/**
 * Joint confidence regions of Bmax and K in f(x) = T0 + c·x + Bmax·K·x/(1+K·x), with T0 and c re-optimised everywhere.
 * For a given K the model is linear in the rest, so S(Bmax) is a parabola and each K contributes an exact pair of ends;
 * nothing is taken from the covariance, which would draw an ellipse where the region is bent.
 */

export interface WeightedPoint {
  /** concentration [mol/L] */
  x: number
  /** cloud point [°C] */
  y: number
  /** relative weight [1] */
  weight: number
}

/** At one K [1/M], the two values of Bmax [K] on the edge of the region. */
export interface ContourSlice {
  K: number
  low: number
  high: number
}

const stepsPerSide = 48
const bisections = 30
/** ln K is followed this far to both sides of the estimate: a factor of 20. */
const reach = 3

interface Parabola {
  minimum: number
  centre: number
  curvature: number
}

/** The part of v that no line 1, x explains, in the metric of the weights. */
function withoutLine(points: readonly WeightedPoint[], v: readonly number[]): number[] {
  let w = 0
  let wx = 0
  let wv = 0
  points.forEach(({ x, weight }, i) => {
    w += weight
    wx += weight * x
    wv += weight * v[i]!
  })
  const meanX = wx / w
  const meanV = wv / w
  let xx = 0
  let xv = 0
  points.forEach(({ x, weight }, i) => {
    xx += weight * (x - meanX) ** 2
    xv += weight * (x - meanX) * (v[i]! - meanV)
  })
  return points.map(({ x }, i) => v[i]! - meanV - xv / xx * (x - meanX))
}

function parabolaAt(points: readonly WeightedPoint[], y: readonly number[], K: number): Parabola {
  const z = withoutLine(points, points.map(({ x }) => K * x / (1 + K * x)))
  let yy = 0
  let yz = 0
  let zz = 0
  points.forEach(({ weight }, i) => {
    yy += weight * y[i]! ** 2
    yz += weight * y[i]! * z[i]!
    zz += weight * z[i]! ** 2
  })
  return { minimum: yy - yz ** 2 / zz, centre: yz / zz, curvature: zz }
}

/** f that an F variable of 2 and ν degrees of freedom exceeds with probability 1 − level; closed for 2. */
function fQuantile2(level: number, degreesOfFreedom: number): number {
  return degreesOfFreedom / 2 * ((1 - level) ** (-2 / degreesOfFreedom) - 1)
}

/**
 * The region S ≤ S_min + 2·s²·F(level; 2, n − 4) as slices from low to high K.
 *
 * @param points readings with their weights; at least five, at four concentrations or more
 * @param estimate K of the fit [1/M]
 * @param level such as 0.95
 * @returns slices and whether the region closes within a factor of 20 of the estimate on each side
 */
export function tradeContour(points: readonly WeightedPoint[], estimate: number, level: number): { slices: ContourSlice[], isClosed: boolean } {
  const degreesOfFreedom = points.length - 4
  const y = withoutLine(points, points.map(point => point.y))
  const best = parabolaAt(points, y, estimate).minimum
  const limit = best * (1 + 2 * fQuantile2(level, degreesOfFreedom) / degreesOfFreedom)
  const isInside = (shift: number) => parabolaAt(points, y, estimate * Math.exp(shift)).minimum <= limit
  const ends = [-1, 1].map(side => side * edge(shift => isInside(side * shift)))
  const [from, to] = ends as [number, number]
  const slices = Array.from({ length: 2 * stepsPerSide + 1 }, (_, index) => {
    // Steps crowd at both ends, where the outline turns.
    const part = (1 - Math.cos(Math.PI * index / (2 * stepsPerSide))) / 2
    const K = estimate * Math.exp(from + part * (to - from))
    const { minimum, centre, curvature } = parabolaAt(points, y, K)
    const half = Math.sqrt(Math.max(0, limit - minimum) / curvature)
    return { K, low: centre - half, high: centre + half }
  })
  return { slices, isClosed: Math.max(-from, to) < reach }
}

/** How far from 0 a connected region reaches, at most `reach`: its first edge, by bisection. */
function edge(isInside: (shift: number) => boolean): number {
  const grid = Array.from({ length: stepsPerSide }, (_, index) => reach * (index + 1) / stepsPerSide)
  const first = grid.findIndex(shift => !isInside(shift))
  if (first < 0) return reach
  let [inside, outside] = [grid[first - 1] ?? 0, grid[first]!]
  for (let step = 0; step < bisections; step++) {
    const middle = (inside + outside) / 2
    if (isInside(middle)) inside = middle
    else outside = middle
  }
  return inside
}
__________________________________________________
TRY IT. Copy exactly the lines from the top of the entries through the line with "pair of ends;" in it, please, keeping both ends and adding nothing.

EXERCISE RESULT.
/**
 * Joint confidence regions of Bmax and K in f(x) = T0 + c·x + Bmax·K·x/(1+K·x), with T0 and c re-optimised everywhere.
 * For a given K the model is linear in the rest, so S(Bmax) is a parabola and each K contributes an exact pair of ends;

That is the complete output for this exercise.